(Directions): Among these entries, how many lines have the string "true" in them? Only the number is needed.

### Data extract ###

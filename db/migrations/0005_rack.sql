CREATE TABLE "appointments" (
	"shop_id" uuid NOT NULL,
	"id" uuid NOT NULL,
	"version" integer DEFAULT 1 NOT NULL,
	"created_at" timestamp (3) with time zone DEFAULT now() NOT NULL,
	"updated_at" timestamp (3) with time zone DEFAULT now() NOT NULL,
	"person_id" uuid NOT NULL,
	"tasks" text[] NOT NULL,
	"wheel_class" text NOT NULL,
	"appointed_by" uuid NOT NULL,
	"from_on" date NOT NULL,
	"until_on" date,
	"ended_at" timestamp (3) with time zone,
	"creation_digest" text NOT NULL,
	CONSTRAINT "appointments_pkey" PRIMARY KEY("shop_id","id"),
	CONSTRAINT "appointments_tasks" CHECK ("appointments"."tasks" <@ array['mount', 'dress', 'trial run'] and cardinality("appointments"."tasks") between 1 and 3),
	CONSTRAINT "appointments_wheel_class_length" CHECK (char_length("appointments"."wheel_class") between 1 and 120),
	CONSTRAINT "appointments_until" CHECK ("appointments"."until_on" >= "appointments"."from_on")
);
--> statement-breakpoint
ALTER TABLE "appointments" ENABLE ROW LEVEL SECURITY;--> statement-breakpoint
CREATE TABLE "wheel_entries" (
	"shop_id" uuid NOT NULL,
	"id" uuid NOT NULL,
	"wheel_id" uuid NOT NULL,
	"number" integer NOT NULL,
	"kind" text NOT NULL,
	"at" timestamp (3) with time zone DEFAULT now() NOT NULL,
	"happened_on" date NOT NULL,
	"person_id" uuid NOT NULL,
	"needs" text,
	"look" text,
	"ring" text,
	"diameter_mm" double precision,
	"grinder_id" uuid,
	"quill_id" uuid,
	"minutes" double precision,
	"spindle_rpm" double precision,
	"depth_mm" double precision,
	"passes" smallint,
	"reason" text,
	"signs_id" uuid,
	"corrects_id" uuid,
	"note" text,
	"creation_digest" text NOT NULL,
	CONSTRAINT "wheel_entries_pkey" PRIMARY KEY("shop_id","id"),
	CONSTRAINT "wheel_entries_of_wheel" UNIQUE("shop_id","wheel_id","id"),
	CONSTRAINT "wheel_entries_kind" CHECK ("wheel_entries"."kind" in ('received', 'inspected', 'ring test', 'mounted', 'trial run', 'dressed', 'used', 'taken off', 'set aside', 'returned', 'scrapped', 'countersigned', 'correction')),
	CONSTRAINT "wheel_entries_counted" CHECK ("wheel_entries"."number" >= 1),
	CONSTRAINT "wheel_entries_first" CHECK (("wheel_entries"."number" = 1) = ("wheel_entries"."kind" = 'received')),
	CONSTRAINT "wheel_entries_needs" CHECK ("wheel_entries"."needs" in ('skilled', 'appointed')),
	CONSTRAINT "wheel_entries_needs_of_kind" CHECK ("wheel_entries"."needs" is null or case "wheel_entries"."needs" when 'skilled' then kind in ('inspected', 'ring test') else kind in ('mounted', 'trial run', 'dressed') end),
	CONSTRAINT "wheel_entries_look" CHECK (("wheel_entries"."look" is not null) = ("wheel_entries"."kind" = 'inspected')),
	CONSTRAINT "wheel_entries_look_result" CHECK ("wheel_entries"."look" in ('sound', 'damaged')),
	CONSTRAINT "wheel_entries_ring" CHECK (("wheel_entries"."ring" is not null) = ("wheel_entries"."kind" = 'ring test')),
	CONSTRAINT "wheel_entries_ring_result" CHECK ("wheel_entries"."ring" in ('clear', 'dull', 'silent')),
	CONSTRAINT "wheel_entries_diameter_mm" CHECK ("wheel_entries"."diameter_mm" between 2 and 1000),
	CONSTRAINT "wheel_entries_diameter_of_kind" CHECK (case when "wheel_entries"."diameter_mm" is null then kind <> 'received' else kind in ('received', 'inspected', 'used') end),
	CONSTRAINT "wheel_entries_spindle" CHECK (num_nulls("wheel_entries"."grinder_id", "wheel_entries"."quill_id") = 2 or (num_nulls("wheel_entries"."grinder_id", "wheel_entries"."quill_id") = 0 and "wheel_entries"."kind" = 'mounted')),
	CONSTRAINT "wheel_entries_minutes" CHECK ("wheel_entries"."minutes" between 0.5 and 1440),
	CONSTRAINT "wheel_entries_minutes_of_kind" CHECK (case when "wheel_entries"."minutes" is null then kind <> 'trial run' else kind in ('trial run', 'used') end),
	CONSTRAINT "wheel_entries_spindle_rpm" CHECK ("wheel_entries"."spindle_rpm" between 1 and 200000),
	CONSTRAINT "wheel_entries_rpm" CHECK (("wheel_entries"."spindle_rpm" is not null) = ("wheel_entries"."kind" = 'trial run')),
	CONSTRAINT "wheel_entries_depth_mm" CHECK ("wheel_entries"."depth_mm" between 0.001 and 0.2),
	CONSTRAINT "wheel_entries_passes" CHECK ("wheel_entries"."passes" between 1 and 50),
	CONSTRAINT "wheel_entries_dressing" CHECK (num_nonnulls("wheel_entries"."depth_mm", "wheel_entries"."passes") = case when "wheel_entries"."kind" = 'dressed' then 2 else 0 end),
	CONSTRAINT "wheel_entries_reason_length" CHECK (char_length("wheel_entries"."reason") between 1 and 2000),
	CONSTRAINT "wheel_entries_reason" CHECK (("wheel_entries"."reason" is not null) = (kind in ('set aside', 'scrapped', 'correction'))),
	CONSTRAINT "wheel_entries_signs_one" CHECK (("wheel_entries"."signs_id" is not null) = ("wheel_entries"."kind" = 'countersigned')),
	CONSTRAINT "wheel_entries_corrects_one" CHECK (("wheel_entries"."corrects_id" is not null) = ("wheel_entries"."kind" = 'correction')),
	CONSTRAINT "wheel_entries_note_length" CHECK (char_length("wheel_entries"."note") between 1 and 2000)
);
--> statement-breakpoint
ALTER TABLE "wheel_entries" ENABLE ROW LEVEL SECURITY;--> statement-breakpoint
ALTER TABLE "wheels" ADD COLUMN "search_text" text GENERATED ALWAYS AS (lower(tag) || E'\n' || lower(coalesce(marking, ''))) STORED NOT NULL;--> statement-breakpoint
ALTER TABLE "wheels" ADD COLUMN "shape" text;--> statement-breakpoint
ALTER TABLE "wheels" ADD COLUMN "smallest_usable_mm" double precision;--> statement-breakpoint
ALTER TABLE "wheels" ADD COLUMN "made_on" date;--> statement-breakpoint
ALTER TABLE "wheels" ADD COLUMN "place" text;--> statement-breakpoint
ALTER TABLE "wheels" ADD COLUMN "place_key" text GENERATED ALWAYS AS (lower(place)) STORED;--> statement-breakpoint
ALTER TABLE "wheels" ADD COLUMN "notes" text;--> statement-breakpoint
ALTER TABLE "wheels" ADD COLUMN "unsigned" boolean DEFAULT false NOT NULL;--> statement-breakpoint
ALTER TABLE "wheels" ADD COLUMN "received_on" date DEFAULT now() NOT NULL;--> statement-breakpoint
ALTER TABLE "wheels" ADD COLUMN "is_on_spindle" boolean DEFAULT false NOT NULL;--> statement-breakpoint
ALTER TABLE "wheels" ADD COLUMN "on_grinder_id" uuid;--> statement-breakpoint
ALTER TABLE "wheels" ADD COLUMN "on_quill_id" uuid;--> statement-breakpoint
ALTER TABLE "wheels" ADD COLUMN "due_on" date;--> statement-breakpoint
ALTER TABLE "wheels" ADD COLUMN "due_why" text;--> statement-breakpoint
ALTER TABLE "wheels" ADD COLUMN "due_key" date GENERATED ALWAYS AS (coalesce(due_on, 'infinity'::date)) STORED NOT NULL;--> statement-breakpoint
ALTER TABLE "wheels" ADD COLUMN "facts_version" integer DEFAULT 0 NOT NULL;--> statement-breakpoint
ALTER TABLE "wheels" ADD COLUMN "abrasive" text;--> statement-breakpoint
ALTER TABLE "wheels" ADD COLUMN "grain" smallint;--> statement-breakpoint
ALTER TABLE "wheels" ADD COLUMN "grade" text;--> statement-breakpoint
ALTER TABLE "wheels" ADD COLUMN "bond" text;--> statement-breakpoint
ALTER TABLE "wheels" ADD COLUMN "limit_rpm" double precision DEFAULT 0 NOT NULL;--> statement-breakpoint
ALTER TABLE "wheels" ADD COLUMN "usable" boolean DEFAULT false NOT NULL;--> statement-breakpoint
ALTER TABLE "wheels" ADD COLUMN "usable_until" date GENERATED ALWAYS AS (case when usable then coalesce(expires_on, 'infinity'::date) else '-infinity'::date end) STORED NOT NULL;--> statement-breakpoint
ALTER TABLE "appointments" ADD CONSTRAINT "appointments_person" FOREIGN KEY ("shop_id","person_id") REFERENCES "public"."memberships"("shop_id","person_id") ON DELETE no action ON UPDATE no action;--> statement-breakpoint
ALTER TABLE "appointments" ADD CONSTRAINT "appointments_appointed_by" FOREIGN KEY ("shop_id","appointed_by") REFERENCES "public"."memberships"("shop_id","person_id") ON DELETE no action ON UPDATE no action;--> statement-breakpoint
ALTER TABLE "wheel_entries" ADD CONSTRAINT "wheel_entries_wheel" FOREIGN KEY ("shop_id","wheel_id") REFERENCES "public"."wheels"("shop_id","id") ON DELETE no action ON UPDATE no action;--> statement-breakpoint
ALTER TABLE "wheel_entries" ADD CONSTRAINT "wheel_entries_person" FOREIGN KEY ("shop_id","person_id") REFERENCES "public"."memberships"("shop_id","person_id") ON DELETE no action ON UPDATE no action;--> statement-breakpoint
ALTER TABLE "wheel_entries" ADD CONSTRAINT "wheel_entries_quill" FOREIGN KEY ("shop_id","grinder_id","quill_id") REFERENCES "public"."quills"("shop_id","grinder_id","id") ON DELETE no action ON UPDATE no action;--> statement-breakpoint
ALTER TABLE "wheel_entries" ADD CONSTRAINT "wheel_entries_signed" FOREIGN KEY ("shop_id","wheel_id","signs_id") REFERENCES "public"."wheel_entries"("shop_id","wheel_id","id") ON DELETE no action ON UPDATE no action;--> statement-breakpoint
ALTER TABLE "wheel_entries" ADD CONSTRAINT "wheel_entries_corrected" FOREIGN KEY ("shop_id","wheel_id","corrects_id") REFERENCES "public"."wheel_entries"("shop_id","wheel_id","id") ON DELETE no action ON UPDATE no action;--> statement-breakpoint
CREATE INDEX "appointments_person" ON "appointments" USING btree ("shop_id","person_id");--> statement-breakpoint
CREATE UNIQUE INDEX "wheel_entries_number" ON "wheel_entries" USING btree ("shop_id","wheel_id","number");--> statement-breakpoint
CREATE UNIQUE INDEX "wheel_entries_corrects" ON "wheel_entries" USING btree ("shop_id","corrects_id") WHERE "wheel_entries"."corrects_id" is not null;--> statement-breakpoint
CREATE INDEX "wheel_entries_signs" ON "wheel_entries" USING btree ("shop_id","signs_id") WHERE "wheel_entries"."signs_id" is not null;--> statement-breakpoint
CREATE INDEX "wheels_diameter" ON "wheels" USING btree ("shop_id","diameter_now_mm","id");--> statement-breakpoint
CREATE INDEX "wheels_due" ON "wheels" USING btree ("shop_id","due_key","id");--> statement-breakpoint
CREATE INDEX "wheels_latest" ON "wheels" USING btree ("shop_id","updated_at","id");--> statement-breakpoint
CREATE INDEX "wheels_state" ON "wheels" USING btree ("shop_id","state","tag_key");--> statement-breakpoint
CREATE INDEX "wheels_abrasive" ON "wheels" USING btree ("shop_id","abrasive","grain");--> statement-breakpoint
CREATE INDEX "wheels_grain" ON "wheels" USING btree ("shop_id","grain");--> statement-breakpoint
CREATE INDEX "wheels_limit" ON "wheels" USING btree ("shop_id","limit_rpm");--> statement-breakpoint
CREATE INDEX "wheels_usable" ON "wheels" USING btree ("shop_id","usable_until");--> statement-breakpoint
CREATE INDEX "wheels_place" ON "wheels" USING btree ("shop_id","place_key");--> statement-breakpoint
CREATE INDEX "wheels_facts_version" ON "wheels" USING btree ("shop_id","facts_version");--> statement-breakpoint
ALTER TABLE "wheels" ADD CONSTRAINT "wheels_shape" CHECK ("wheels"."shape" in ('1', '2', '3', '4', '5', '6', '7', '11', '12', '13', '35', '36', '38', '52'));--> statement-breakpoint
ALTER TABLE "wheels" ADD CONSTRAINT "wheels_smallest_usable_mm" CHECK ("wheels"."smallest_usable_mm" > "wheels"."hole_mm" and "wheels"."smallest_usable_mm" <= "wheels"."diameter_new_mm");--> statement-breakpoint
ALTER TABLE "wheels" ADD CONSTRAINT "wheels_place_length" CHECK (char_length("wheels"."place") between 1 and 40);--> statement-breakpoint
ALTER TABLE "wheels" ADD CONSTRAINT "wheels_notes_length" CHECK (char_length("wheels"."notes") between 1 and 2000);--> statement-breakpoint
ALTER TABLE "wheels" ADD CONSTRAINT "wheels_due" CHECK (("wheels"."due_on" is null) = ("wheels"."due_why" is null));--> statement-breakpoint
ALTER TABLE "wheels" ADD CONSTRAINT "wheels_due_why" CHECK ("wheels"."due_why" in ('close look', 'ring test', 'expiry'));--> statement-breakpoint
ALTER TABLE "wheels" ADD CONSTRAINT "wheels_on_spindle" CHECK ("wheels"."is_on_spindle" or "wheels"."on_grinder_id" is null);--> statement-breakpoint
ALTER TABLE "wheels" ADD CONSTRAINT "wheels_on_quill_of_grinder" CHECK (("wheels"."on_grinder_id" is null) = ("wheels"."on_quill_id" is null));--> statement-breakpoint
ALTER TABLE "wheels" ADD CONSTRAINT "wheels_abrasive" CHECK ("wheels"."abrasive" in ('aluminium oxide', 'silicon carbide', 'cBN', 'diamond'));--> statement-breakpoint
CREATE POLICY "appointments_of_the_shop" ON "appointments" AS PERMISSIVE FOR ALL TO public USING (shop_id = (select nullif(current_setting('app.shop_id', true), '')::uuid)) WITH CHECK (shop_id = (select nullif(current_setting('app.shop_id', true), '')::uuid));--> statement-breakpoint
CREATE POLICY "wheel_entries_of_the_shop" ON "wheel_entries" AS PERMISSIVE FOR ALL TO public USING (shop_id = (select nullif(current_setting('app.shop_id', true), '')::uuid)) WITH CHECK (shop_id = (select nullif(current_setting('app.shop_id', true), '')::uuid));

###

(Answer space): 2